*** Opening INFORMATION SHOWN ***
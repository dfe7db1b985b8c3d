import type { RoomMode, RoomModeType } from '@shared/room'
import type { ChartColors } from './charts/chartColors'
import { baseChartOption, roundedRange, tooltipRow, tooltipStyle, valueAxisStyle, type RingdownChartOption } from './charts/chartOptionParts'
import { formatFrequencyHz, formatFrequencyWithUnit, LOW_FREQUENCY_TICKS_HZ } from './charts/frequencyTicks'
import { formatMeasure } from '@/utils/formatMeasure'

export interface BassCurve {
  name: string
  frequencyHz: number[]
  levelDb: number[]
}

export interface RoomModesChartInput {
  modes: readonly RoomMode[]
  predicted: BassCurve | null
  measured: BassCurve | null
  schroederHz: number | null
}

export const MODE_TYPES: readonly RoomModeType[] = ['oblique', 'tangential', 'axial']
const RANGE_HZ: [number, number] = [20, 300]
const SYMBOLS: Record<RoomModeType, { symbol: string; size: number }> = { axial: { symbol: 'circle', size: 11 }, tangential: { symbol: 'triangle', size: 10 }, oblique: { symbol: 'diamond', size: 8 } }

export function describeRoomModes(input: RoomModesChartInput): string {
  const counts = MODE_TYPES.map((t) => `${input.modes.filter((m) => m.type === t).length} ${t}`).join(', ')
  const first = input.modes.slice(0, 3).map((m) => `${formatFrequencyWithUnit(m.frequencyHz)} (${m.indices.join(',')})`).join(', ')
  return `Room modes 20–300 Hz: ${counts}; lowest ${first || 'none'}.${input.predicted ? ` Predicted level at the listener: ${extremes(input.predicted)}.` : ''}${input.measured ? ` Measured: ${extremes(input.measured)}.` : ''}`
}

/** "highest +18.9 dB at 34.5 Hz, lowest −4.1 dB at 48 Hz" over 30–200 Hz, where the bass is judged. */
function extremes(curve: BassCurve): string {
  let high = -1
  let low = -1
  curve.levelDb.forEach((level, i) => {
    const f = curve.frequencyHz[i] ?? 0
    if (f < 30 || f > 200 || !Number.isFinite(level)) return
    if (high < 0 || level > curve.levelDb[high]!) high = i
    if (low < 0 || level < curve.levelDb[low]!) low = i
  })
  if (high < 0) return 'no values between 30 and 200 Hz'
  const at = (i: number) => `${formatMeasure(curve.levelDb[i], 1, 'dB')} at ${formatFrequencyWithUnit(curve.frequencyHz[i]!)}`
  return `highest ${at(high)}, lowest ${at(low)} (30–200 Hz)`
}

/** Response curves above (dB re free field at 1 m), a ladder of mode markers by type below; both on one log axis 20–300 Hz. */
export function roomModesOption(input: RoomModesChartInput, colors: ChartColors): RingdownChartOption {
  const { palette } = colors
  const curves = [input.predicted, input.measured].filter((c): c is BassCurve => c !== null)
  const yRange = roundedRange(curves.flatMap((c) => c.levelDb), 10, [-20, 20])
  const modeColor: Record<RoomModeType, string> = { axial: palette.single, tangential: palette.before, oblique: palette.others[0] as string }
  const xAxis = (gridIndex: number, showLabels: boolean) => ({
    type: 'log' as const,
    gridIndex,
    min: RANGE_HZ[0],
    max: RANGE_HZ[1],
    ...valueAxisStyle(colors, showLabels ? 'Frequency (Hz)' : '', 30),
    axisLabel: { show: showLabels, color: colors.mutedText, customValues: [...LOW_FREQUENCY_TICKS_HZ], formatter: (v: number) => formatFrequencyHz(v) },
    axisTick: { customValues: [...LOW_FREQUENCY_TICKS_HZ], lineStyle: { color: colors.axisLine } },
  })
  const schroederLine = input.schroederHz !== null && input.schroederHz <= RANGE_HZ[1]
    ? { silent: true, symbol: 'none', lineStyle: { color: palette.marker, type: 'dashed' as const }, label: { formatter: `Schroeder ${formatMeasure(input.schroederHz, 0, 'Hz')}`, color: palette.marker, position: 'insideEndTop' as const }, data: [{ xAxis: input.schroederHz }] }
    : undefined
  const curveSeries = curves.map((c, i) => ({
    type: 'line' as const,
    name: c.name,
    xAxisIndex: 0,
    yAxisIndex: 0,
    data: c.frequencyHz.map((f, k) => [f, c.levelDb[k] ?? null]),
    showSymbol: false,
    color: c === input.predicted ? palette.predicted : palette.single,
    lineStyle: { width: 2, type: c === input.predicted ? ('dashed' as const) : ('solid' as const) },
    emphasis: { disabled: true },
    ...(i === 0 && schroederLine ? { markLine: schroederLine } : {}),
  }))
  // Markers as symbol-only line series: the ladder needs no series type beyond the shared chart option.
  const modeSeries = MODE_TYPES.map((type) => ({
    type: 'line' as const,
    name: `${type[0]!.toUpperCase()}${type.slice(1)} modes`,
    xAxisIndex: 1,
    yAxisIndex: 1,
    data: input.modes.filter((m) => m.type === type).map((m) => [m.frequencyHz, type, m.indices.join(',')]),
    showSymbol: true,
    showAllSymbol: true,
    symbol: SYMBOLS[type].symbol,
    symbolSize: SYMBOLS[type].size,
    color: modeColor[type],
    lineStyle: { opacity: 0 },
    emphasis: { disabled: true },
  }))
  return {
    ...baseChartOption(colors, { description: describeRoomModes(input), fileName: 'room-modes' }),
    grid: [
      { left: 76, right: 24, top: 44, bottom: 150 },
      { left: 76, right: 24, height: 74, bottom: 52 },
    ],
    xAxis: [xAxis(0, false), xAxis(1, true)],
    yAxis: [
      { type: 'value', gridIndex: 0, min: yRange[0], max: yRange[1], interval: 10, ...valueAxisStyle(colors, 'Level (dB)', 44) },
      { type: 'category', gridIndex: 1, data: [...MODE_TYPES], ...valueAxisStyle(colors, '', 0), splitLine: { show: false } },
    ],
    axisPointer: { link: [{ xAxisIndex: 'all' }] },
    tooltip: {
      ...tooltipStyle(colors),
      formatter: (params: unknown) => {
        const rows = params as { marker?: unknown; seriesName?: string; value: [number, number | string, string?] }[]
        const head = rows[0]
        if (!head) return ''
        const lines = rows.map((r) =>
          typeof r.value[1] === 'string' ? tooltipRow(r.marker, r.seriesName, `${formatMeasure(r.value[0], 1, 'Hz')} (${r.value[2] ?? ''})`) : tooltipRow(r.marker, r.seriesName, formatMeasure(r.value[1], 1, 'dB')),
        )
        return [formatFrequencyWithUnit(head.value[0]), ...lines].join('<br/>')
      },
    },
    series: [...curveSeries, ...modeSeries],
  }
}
*** Closing INFORMATION SHOWN ***
*** Opening INFORMATION SHOWN ***
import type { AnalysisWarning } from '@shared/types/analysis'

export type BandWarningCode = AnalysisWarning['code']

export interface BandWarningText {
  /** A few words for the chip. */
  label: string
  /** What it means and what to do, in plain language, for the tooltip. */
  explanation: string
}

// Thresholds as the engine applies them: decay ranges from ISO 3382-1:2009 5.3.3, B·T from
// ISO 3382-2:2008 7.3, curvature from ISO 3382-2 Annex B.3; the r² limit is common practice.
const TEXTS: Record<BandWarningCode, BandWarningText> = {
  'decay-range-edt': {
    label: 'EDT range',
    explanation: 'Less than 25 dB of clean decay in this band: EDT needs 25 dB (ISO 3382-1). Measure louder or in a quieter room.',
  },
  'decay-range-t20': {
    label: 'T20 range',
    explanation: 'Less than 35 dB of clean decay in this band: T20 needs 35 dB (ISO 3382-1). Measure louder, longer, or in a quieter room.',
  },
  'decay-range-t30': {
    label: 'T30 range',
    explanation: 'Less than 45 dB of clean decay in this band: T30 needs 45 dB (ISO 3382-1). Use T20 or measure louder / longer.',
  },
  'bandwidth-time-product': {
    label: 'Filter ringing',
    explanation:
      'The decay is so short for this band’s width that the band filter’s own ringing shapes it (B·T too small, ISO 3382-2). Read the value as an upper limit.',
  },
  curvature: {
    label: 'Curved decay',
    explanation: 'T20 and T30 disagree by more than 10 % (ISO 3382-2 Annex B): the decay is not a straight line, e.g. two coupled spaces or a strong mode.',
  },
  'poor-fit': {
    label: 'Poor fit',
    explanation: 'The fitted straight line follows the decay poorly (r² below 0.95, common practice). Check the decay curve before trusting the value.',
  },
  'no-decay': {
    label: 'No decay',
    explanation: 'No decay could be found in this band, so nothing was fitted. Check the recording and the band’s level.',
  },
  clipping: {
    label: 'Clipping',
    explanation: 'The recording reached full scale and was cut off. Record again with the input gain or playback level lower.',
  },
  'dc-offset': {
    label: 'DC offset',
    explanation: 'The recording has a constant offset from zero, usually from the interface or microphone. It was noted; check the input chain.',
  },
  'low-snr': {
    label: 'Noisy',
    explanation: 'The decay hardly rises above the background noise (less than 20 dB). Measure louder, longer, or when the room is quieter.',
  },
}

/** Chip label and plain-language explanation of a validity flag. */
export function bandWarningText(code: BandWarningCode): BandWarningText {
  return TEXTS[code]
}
*** Closing INFORMATION SHOWN ***
WHAT YOU NEED TO DO:
Scan the entries above for the word "function" and collect each line holding it.

FINISHED TASK:
export function describeRoomModes(input: RoomModesChartInput): string {
function extremes(curve: BassCurve): string {
export function roomModesOption(input: RoomModesChartInput, colors: ChartColors): RingdownChartOption {
export function bandWarningText(code: BandWarningCode): BandWarningText {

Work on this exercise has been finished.